------ EXERCISE INPUT

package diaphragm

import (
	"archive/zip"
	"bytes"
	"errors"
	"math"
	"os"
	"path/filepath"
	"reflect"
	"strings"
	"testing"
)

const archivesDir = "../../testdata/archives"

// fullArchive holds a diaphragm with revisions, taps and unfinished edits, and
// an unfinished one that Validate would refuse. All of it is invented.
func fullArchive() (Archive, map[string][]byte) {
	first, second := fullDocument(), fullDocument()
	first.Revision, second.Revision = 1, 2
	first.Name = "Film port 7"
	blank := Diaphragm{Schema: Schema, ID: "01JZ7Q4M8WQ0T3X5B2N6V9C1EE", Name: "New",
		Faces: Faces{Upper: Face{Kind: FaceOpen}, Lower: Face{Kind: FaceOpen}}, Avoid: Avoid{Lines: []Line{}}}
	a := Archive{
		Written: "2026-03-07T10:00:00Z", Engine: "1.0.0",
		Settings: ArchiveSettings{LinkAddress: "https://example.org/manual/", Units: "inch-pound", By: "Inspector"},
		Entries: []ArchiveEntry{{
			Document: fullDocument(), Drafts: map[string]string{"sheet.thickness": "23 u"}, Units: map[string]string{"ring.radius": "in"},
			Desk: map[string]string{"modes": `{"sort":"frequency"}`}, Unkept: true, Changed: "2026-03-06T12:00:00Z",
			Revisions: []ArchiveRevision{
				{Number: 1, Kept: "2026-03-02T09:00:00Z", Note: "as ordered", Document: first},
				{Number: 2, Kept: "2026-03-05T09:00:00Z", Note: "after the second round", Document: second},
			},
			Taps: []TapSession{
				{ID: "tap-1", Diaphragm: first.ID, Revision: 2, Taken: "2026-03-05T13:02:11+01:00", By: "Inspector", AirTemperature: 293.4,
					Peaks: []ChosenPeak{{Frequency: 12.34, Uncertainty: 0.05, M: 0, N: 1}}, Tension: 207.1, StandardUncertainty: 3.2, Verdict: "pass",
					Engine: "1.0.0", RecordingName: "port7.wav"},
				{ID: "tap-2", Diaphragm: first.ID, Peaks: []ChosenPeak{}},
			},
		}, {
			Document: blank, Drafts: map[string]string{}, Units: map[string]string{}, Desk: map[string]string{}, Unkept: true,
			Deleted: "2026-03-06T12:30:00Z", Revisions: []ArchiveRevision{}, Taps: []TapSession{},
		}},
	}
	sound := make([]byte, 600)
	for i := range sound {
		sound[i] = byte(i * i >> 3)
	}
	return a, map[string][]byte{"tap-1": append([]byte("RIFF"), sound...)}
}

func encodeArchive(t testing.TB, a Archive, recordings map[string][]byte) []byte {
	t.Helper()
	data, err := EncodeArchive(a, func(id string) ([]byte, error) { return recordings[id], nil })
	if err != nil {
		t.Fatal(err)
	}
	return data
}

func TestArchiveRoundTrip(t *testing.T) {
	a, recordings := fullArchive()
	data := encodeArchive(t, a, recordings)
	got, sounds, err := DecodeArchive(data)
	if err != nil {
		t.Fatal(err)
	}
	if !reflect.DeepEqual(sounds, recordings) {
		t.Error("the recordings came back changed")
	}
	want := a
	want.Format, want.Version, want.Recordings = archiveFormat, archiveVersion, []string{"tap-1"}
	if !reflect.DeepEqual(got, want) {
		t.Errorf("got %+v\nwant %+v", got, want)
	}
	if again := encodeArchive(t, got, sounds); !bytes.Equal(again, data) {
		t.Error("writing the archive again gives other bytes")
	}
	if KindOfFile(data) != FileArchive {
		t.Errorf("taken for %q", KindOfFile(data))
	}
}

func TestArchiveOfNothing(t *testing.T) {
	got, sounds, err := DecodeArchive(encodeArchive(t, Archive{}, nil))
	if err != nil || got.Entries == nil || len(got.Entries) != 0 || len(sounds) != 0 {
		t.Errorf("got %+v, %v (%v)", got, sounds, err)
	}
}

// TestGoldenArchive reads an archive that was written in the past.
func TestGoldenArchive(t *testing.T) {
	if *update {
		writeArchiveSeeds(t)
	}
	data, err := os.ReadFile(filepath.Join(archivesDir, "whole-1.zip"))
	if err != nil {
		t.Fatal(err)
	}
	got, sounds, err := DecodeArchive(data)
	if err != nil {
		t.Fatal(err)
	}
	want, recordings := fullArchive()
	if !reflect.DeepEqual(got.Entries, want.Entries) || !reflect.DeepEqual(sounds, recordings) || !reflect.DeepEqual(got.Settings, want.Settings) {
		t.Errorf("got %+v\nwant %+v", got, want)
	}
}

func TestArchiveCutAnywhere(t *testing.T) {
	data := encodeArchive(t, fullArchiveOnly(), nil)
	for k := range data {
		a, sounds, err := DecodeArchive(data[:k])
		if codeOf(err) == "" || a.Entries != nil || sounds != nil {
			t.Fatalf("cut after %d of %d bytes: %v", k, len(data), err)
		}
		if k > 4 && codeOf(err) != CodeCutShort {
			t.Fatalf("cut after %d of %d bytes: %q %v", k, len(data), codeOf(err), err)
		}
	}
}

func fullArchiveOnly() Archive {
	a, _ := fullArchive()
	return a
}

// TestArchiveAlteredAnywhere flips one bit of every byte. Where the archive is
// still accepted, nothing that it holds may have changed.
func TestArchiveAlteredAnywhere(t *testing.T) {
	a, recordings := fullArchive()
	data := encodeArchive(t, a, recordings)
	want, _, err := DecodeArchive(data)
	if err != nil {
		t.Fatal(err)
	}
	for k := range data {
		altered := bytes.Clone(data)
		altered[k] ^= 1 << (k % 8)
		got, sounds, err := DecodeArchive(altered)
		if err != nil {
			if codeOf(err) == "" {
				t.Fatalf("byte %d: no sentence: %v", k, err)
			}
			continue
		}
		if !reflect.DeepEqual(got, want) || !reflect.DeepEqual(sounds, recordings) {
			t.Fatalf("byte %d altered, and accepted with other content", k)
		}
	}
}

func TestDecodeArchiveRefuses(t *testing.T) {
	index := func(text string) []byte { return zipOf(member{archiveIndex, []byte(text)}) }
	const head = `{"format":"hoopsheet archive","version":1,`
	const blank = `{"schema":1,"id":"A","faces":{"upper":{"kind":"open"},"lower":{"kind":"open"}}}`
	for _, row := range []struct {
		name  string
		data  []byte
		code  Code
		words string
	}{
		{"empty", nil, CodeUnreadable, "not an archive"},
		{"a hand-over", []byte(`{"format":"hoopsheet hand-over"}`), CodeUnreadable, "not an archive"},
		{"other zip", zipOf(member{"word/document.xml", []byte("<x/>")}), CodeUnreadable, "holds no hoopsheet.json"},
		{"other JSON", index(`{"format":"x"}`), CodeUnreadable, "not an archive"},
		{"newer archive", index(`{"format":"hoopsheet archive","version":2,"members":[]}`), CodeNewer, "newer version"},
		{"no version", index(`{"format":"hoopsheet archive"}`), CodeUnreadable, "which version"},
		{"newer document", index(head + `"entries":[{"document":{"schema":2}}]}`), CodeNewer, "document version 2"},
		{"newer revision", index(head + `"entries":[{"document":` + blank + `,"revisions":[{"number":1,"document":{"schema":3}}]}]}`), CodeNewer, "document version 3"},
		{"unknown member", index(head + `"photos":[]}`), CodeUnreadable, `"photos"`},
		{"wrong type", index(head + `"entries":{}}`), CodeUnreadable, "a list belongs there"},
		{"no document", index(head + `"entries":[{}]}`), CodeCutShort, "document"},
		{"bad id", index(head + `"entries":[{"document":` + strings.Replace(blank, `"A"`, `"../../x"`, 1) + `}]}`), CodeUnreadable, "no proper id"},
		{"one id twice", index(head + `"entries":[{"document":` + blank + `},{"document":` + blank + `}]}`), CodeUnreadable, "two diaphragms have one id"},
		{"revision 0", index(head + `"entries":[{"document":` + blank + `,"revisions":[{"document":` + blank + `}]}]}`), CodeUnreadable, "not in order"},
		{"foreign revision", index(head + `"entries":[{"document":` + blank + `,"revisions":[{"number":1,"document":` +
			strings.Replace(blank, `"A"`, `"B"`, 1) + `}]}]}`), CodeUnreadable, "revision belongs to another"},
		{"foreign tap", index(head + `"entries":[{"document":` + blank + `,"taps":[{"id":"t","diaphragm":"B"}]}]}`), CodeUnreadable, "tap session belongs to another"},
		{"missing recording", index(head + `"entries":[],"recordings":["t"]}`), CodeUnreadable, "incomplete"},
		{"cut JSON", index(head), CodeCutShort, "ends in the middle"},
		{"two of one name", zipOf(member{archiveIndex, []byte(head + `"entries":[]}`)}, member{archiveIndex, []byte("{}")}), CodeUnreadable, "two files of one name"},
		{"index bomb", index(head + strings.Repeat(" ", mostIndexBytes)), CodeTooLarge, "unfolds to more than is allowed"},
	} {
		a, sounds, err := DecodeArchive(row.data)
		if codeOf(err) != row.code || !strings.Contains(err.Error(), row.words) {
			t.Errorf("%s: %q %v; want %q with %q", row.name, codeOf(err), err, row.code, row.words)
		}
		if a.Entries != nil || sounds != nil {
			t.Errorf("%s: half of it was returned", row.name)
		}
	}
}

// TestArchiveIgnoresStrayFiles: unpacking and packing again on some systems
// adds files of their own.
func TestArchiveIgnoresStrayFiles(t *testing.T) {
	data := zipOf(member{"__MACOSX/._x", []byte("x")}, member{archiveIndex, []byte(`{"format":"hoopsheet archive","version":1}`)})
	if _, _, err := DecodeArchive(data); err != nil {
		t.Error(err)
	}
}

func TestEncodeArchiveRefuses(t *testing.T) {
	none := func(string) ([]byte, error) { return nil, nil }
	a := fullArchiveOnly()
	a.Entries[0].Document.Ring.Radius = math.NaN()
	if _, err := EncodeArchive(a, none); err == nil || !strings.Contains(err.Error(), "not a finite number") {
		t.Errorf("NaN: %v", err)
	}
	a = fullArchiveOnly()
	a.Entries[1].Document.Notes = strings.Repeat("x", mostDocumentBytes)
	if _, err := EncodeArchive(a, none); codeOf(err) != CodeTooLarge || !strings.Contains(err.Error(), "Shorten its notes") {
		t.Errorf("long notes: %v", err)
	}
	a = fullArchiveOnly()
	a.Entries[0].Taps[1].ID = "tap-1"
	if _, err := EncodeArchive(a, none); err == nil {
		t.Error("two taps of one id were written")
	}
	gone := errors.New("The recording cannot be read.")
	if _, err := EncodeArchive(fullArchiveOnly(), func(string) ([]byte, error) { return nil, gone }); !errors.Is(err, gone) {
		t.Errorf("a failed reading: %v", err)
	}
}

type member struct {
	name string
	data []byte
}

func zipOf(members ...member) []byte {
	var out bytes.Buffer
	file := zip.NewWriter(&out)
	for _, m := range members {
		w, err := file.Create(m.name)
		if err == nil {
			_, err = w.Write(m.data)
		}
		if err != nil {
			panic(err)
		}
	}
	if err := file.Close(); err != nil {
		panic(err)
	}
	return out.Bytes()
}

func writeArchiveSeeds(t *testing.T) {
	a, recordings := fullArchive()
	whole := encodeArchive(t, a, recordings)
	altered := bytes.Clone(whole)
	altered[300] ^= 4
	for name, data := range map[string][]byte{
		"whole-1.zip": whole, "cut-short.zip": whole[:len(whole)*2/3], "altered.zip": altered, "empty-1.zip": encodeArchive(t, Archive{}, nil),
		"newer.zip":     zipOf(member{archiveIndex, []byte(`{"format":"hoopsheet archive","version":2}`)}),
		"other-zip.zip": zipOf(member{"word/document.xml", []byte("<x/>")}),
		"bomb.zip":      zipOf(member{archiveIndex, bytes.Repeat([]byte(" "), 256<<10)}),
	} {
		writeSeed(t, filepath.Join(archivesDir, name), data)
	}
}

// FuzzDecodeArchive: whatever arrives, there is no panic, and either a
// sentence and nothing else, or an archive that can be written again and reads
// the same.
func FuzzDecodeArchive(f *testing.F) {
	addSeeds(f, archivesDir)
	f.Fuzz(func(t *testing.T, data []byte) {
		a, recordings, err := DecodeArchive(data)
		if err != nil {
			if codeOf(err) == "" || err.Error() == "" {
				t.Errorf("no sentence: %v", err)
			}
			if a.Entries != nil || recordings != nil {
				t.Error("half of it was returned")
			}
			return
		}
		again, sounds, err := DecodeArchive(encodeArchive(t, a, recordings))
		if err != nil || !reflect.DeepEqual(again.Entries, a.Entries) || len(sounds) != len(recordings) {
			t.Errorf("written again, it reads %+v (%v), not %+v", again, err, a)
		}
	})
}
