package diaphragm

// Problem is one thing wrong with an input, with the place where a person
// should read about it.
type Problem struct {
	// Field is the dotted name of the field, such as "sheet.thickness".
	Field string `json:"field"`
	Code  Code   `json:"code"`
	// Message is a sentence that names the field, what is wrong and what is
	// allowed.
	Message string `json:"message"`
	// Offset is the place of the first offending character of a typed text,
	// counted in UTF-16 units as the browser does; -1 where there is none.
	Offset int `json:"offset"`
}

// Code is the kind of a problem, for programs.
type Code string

------------
------ EXERCISE INPUT

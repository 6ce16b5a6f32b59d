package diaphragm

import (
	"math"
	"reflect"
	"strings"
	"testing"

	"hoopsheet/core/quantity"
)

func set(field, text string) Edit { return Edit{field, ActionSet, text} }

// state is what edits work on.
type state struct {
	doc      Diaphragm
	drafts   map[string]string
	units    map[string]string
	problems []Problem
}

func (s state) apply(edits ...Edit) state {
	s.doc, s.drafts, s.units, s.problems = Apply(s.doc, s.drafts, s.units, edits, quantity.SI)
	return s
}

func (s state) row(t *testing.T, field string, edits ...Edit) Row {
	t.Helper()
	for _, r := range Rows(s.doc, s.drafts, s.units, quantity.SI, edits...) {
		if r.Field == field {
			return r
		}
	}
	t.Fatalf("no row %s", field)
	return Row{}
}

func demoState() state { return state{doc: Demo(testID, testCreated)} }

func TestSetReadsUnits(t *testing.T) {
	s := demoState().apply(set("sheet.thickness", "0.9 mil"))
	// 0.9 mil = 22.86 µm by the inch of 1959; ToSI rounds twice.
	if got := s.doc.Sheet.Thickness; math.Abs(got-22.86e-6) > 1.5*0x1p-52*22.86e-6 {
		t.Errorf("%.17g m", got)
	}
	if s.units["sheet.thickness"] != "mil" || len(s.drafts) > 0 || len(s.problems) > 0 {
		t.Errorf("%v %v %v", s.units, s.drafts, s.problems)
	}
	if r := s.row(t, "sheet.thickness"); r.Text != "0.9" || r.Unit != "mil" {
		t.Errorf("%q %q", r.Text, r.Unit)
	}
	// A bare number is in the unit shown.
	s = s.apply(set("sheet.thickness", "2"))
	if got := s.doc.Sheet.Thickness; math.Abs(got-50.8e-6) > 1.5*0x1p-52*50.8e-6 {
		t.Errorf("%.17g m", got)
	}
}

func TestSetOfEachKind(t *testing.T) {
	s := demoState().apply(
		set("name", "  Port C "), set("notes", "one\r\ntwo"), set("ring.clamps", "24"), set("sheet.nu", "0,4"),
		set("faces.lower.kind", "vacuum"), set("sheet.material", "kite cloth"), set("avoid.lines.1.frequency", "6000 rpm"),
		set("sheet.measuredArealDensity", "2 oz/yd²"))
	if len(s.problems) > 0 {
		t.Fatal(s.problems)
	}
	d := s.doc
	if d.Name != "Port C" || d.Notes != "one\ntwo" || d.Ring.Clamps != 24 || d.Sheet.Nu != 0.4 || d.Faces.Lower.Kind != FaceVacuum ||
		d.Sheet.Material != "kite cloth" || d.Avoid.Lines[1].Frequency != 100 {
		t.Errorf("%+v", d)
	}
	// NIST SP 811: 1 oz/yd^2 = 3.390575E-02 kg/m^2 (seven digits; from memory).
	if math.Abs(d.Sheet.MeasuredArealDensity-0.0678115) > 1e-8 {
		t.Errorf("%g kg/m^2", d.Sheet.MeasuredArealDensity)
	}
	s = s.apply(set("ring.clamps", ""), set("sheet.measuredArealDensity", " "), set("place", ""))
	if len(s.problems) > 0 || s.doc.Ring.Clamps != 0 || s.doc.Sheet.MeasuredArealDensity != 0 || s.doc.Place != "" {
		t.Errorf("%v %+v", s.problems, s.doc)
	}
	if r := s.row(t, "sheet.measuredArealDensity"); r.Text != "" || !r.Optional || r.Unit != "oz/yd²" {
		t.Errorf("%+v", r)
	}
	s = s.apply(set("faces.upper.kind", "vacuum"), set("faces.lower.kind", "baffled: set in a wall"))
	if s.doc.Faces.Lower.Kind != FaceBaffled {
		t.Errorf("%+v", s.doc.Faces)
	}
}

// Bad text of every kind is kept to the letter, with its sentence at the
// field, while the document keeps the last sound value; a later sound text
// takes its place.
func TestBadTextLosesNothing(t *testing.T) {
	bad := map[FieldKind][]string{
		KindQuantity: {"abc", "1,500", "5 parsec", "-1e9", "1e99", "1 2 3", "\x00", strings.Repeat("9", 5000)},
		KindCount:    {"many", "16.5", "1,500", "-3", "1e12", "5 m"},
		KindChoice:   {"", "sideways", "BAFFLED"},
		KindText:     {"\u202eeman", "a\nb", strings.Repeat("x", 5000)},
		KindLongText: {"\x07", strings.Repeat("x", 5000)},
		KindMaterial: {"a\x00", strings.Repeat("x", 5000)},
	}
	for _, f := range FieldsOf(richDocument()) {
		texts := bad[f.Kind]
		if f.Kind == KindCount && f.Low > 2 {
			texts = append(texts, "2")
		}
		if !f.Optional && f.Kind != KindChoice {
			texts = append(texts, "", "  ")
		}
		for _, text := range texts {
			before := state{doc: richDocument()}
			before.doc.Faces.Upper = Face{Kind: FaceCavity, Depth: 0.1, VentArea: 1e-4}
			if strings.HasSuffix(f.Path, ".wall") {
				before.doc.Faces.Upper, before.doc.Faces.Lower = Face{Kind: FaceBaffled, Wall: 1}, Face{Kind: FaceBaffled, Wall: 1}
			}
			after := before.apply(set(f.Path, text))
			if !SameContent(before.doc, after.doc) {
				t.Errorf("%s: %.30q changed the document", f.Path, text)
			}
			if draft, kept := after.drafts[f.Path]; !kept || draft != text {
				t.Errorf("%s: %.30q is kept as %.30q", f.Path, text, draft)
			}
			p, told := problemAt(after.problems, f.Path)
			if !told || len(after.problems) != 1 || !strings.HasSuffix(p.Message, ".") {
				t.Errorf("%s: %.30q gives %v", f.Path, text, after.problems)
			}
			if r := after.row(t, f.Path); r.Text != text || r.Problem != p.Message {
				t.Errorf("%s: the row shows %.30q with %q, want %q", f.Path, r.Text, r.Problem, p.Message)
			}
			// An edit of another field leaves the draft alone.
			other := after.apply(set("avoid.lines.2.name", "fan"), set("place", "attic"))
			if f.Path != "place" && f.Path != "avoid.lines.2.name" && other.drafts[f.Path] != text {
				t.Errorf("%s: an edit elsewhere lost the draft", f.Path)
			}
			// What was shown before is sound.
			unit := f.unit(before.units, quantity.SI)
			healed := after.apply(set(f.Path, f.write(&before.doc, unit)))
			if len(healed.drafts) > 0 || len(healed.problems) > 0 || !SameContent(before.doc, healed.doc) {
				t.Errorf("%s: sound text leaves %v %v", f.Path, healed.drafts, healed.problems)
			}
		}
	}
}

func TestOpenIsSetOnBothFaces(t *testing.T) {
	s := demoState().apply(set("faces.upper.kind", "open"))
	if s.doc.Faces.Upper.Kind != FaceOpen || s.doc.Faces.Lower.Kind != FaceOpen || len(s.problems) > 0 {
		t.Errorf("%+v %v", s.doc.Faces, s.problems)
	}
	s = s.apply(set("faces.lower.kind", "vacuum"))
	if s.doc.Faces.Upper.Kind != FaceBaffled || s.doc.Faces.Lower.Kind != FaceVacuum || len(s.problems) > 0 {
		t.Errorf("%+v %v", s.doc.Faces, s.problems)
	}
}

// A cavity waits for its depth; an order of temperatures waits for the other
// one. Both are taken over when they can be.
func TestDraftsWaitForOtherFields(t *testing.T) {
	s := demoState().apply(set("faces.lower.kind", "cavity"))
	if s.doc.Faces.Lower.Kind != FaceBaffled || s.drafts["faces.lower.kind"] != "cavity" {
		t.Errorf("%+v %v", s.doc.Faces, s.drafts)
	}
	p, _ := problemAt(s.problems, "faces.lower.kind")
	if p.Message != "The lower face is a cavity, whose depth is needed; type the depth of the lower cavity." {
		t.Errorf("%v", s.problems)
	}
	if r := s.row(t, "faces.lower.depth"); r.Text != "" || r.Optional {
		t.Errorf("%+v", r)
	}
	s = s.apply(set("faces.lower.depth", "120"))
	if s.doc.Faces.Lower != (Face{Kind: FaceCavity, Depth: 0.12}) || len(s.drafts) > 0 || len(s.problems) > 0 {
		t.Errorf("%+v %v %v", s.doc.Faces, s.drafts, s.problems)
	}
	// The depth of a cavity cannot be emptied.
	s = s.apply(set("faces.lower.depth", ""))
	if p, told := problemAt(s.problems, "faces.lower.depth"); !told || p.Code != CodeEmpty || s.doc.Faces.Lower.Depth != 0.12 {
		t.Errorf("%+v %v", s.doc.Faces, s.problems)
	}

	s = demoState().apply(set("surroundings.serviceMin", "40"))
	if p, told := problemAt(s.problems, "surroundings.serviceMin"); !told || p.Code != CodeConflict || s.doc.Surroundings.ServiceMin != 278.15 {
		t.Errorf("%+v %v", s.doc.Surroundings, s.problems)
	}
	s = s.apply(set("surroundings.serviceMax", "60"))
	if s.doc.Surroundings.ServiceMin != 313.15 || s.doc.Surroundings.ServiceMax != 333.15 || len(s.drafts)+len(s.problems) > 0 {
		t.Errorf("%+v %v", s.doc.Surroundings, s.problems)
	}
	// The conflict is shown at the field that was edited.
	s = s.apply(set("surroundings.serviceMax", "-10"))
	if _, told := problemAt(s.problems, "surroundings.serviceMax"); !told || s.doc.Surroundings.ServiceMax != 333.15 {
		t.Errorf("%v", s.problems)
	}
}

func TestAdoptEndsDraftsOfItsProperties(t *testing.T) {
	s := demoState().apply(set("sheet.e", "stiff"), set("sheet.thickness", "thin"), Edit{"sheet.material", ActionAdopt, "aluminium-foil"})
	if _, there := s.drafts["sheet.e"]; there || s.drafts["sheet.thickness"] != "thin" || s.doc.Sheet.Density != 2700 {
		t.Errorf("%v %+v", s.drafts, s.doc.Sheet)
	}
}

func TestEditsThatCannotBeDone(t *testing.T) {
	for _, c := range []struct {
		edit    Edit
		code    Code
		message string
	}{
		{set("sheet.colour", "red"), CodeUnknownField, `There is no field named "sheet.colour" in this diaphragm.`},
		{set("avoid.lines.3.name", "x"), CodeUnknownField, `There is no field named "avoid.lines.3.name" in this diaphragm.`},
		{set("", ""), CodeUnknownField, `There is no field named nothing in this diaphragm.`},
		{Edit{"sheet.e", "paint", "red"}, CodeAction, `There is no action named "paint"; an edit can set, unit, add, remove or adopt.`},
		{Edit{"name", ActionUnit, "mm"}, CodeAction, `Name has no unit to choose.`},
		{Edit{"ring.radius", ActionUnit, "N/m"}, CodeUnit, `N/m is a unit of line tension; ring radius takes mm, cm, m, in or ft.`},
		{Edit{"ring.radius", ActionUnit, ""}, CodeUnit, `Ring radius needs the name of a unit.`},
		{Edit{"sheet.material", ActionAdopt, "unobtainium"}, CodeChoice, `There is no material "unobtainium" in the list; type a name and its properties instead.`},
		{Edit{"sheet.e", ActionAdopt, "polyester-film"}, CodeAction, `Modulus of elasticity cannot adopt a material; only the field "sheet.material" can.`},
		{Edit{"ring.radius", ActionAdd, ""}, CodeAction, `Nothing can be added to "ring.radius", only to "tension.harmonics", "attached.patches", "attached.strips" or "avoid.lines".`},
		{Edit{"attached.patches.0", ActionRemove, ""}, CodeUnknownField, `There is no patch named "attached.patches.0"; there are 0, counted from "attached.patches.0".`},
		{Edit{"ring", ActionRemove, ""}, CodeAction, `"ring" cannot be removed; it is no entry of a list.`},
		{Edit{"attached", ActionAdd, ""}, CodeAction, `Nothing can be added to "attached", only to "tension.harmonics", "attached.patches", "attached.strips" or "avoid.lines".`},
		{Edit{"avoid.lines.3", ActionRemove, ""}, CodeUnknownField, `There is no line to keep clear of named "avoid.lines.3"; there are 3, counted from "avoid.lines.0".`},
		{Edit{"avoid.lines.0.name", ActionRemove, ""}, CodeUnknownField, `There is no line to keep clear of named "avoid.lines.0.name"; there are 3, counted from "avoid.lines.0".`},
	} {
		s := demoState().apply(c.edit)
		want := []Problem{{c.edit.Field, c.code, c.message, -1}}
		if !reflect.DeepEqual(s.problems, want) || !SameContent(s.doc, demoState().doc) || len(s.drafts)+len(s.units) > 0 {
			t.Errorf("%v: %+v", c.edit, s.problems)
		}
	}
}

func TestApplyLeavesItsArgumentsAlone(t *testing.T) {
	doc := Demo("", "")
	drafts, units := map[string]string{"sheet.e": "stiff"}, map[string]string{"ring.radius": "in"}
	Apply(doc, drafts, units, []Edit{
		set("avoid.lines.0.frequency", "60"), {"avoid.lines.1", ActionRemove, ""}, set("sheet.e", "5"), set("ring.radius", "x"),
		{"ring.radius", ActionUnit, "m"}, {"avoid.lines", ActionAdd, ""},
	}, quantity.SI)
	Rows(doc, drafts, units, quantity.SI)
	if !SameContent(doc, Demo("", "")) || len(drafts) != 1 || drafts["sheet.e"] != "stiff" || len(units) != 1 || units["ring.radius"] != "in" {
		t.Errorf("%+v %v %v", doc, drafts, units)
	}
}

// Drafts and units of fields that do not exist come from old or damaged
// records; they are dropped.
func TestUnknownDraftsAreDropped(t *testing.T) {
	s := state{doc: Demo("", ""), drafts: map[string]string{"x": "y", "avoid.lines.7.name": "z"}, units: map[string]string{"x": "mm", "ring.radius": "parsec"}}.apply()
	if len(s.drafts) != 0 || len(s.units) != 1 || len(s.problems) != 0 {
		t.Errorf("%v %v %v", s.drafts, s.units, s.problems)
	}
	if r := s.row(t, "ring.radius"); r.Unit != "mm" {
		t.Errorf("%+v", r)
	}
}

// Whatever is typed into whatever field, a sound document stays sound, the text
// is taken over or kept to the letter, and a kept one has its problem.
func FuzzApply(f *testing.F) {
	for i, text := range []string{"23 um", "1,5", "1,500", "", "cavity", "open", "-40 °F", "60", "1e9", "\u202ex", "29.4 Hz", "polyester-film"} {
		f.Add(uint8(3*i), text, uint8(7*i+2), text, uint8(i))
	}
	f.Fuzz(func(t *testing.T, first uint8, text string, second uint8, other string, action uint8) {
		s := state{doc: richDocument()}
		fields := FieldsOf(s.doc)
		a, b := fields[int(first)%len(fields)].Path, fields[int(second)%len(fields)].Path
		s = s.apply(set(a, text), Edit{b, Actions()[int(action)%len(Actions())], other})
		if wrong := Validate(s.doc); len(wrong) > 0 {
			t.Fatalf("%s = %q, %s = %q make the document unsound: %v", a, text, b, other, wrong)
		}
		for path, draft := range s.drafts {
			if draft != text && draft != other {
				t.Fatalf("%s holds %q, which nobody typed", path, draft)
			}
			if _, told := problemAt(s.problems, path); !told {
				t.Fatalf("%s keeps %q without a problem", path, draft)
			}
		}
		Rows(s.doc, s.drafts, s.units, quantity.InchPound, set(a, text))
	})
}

------------

(TASK ITEM): Which lines above carry the string "TestArchiveAlteredAnywhere"? Copy those lines.

(SOLUTION):
// TestArchiveAlteredAnywhere flips one bit of every byte. Where the archive is
func TestArchiveAlteredAnywhere(t *testing.T) {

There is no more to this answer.